Desse modo, o diretor João Nunes Pinto aposta tudo na força das imagens, na ambientação tanto fascinante quanto amedrontadora da paisagem africana. E também no excelente trabalho do personagem, que envelhece ao mesmo tempo que amadurece. Uma transformação física em contato com o sofrimento que lembra a de outro garoto precocemente devastado pela guerra, o protagonista do grande épico Vá e Veja, do russo Elem Klimov.

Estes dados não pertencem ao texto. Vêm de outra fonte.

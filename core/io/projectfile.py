"""Reading and writing ``.towboard`` files.

Loading reports every problem with its field path; a file from a newer format
version is refused. Saving is atomic: the text goes to a temporary file in the same
folder, is flushed and fsynced, and is renamed over the target, after the previous
file has been kept as ``<name>.bak``. Save -> load -> save is byte-identical.
"""

from __future__ import annotations

import contextlib
import json
import os
import re
import tempfile
from collections.abc import Iterator
from pathlib import Path
from typing import Any

from core.errors import FormatVersionError, Problem, ProjectFileError
from core.io.decode import decode
from core.io.encode import encode
from core.io.fileformat import FORMAT_VERSION
from core.model.plan import Project

SUFFIX = ".towboard"


_PAIR = re.compile(r"\[\s+(-?[0-9][0-9.eE+-]*),\s+(-?[0-9][0-9.eE+-]*)\s+\]")


def dumps(project: Project) -> str:
    """The file text of a project (UTF-8 JSON, two-space indent, final newline).

    Coordinate pairs are kept on one line, ``[x, y]``, so outlines stay readable.
    """
    text = json.dumps(encode(project), indent=2, ensure_ascii=False, allow_nan=False)
    return _PAIR.sub(r"[\1, \2]", text) + "\n"


def loads(text: str, source: str = "<text>") -> Project:
    """A project from file text; raises ProjectFileError listing every problem."""
    try:
        data: Any = json.loads(text)
    except json.JSONDecodeError as e:
        raise ProjectFileError(
            source, [Problem("", f"not valid JSON: {e.msg} at line {e.lineno}, column {e.colno}")]
        ) from None
    except RecursionError:
        raise ProjectFileError(source, [Problem("", "is nested too deeply to be a plan")]) from None
    except ValueError:  # an integer of thousands of digits (Python's own limit)
        raise ProjectFileError(
            source, [Problem("", "holds an integer too long to read (over 4300 digits)")]
        ) from None
    if isinstance(data, dict):
        version = data.get("format_version")
        if isinstance(version, int) and not isinstance(version, bool) and version > FORMAT_VERSION:
            raise FormatVersionError(
                source,
                [
                    Problem(
                        "format_version",
                        f"{version} is newer than this Towboard reads ({FORMAT_VERSION}); update Towboard to open it",
                    )
                ],
            )
        if "format_version" in data and not (
            isinstance(version, int) and not isinstance(version, bool) and version >= 1
        ):
            raise ProjectFileError(
                source, [Problem("format_version", f"{version!r} is not a format version")]
            )
    project, problems = decode(data)
    if project is None:
        raise ProjectFileError(source, problems)
    return project


def load(path: str | os.PathLike[str]) -> Project:
    """Read a ``.towboard`` file."""
    p = Path(path)
    try:
        raw = p.read_bytes()
    except OSError as e:
        raise ProjectFileError(
            str(p), [Problem("", f"cannot be read: {e.strerror or e}")]
        ) from None
    return load_bytes(raw, str(p))


def load_bytes(raw: bytes, source: str = "<bytes>") -> Project:
    """A project from the bytes of a file (UTF-8 JSON); raises ProjectFileError."""
    try:
        text = raw.decode("utf-8")
    except UnicodeDecodeError:
        raise ProjectFileError(source, [Problem("", "is not UTF-8 text")]) from None
    return loads(text, source)


@contextlib.contextmanager
def replacing(path: Path) -> Iterator[Path]:
    """A temporary path beside ``path``; once the block has written it, it replaces ``path``.

    The temporary file is fsynced and renamed over ``path`` only if the block ends
    normally, so a crash or an error leaves either the old file or the new one, never
    half of one; on an error the temporary file is removed.
    """
    fd, name = tempfile.mkstemp(prefix=f".{path.name}.", suffix=".tmp", dir=path.parent)
    os.close(fd)
    tmp = Path(name)
    try:
        yield tmp
        with open(tmp, "rb+") as f:
            os.fsync(f.fileno())
        os.replace(tmp, path)
    except BaseException:
        with contextlib.suppress(OSError):
            tmp.unlink()
        raise
    with contextlib.suppress(OSError):  # make the rename itself durable where the OS allows
        dir_fd = os.open(path.parent, os.O_RDONLY)
        try:
            os.fsync(dir_fd)
        finally:
            os.close(dir_fd)


def write_atomic(path: Path, data: bytes) -> None:
    """Write ``data`` to ``path`` so that a crash leaves either the old or the new file."""
    with replacing(path) as tmp:
        tmp.write_bytes(data)


def backup_path(path: str | os.PathLike[str]) -> Path:
    p = Path(path)
    return p.with_name(p.name + ".bak")


def save(project: Project, path: str | os.PathLike[str]) -> Path:
    """Write ``project`` to ``path`` atomically, keeping the previous file as ``.bak``."""
    p = Path(path)
    data = dumps(project).encode("utf-8")
    try:
        if p.exists():
            old = p.read_bytes()
            if old != data:
                write_atomic(backup_path(p), old)
        write_atomic(p, data)
    except OSError as e:
        raise ProjectFileError(
            str(p), [Problem("", f"cannot be written: {e.strerror or e}")]
        ) from None
    return p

Há muitas outras entradas possíveis para leitura desse filme ambíguo e encantador. Pode-se, por exemplo, ver na trajetória de Zacarias uma alusão à debilidade precoce de Portugal em terras africanas, bem antes das guerras de libertação colonial. É também um filme sobre a amizade e como esta pode nascer nas situações mais imprevistas. Fala da iniciação sexual numa condição de estranhamento que lembra muito algumas sequências de Satyricon, de Federico Fellini.

Enfim, pode-se devanear sobre esse filme surpreendente e muito rico de sentidos. E pensar que, no fundo dele, reside a absoluta falta de sentido da guerra, o sofrimento inútil já evocado em tantos filmes e outras tantas manifestações artísticas e também numa das obras-primas do mestre português Manoel de Oliveira, Non – A Vã Glória de Mandar.

As informações são do jornal O Estado de S. Paulo.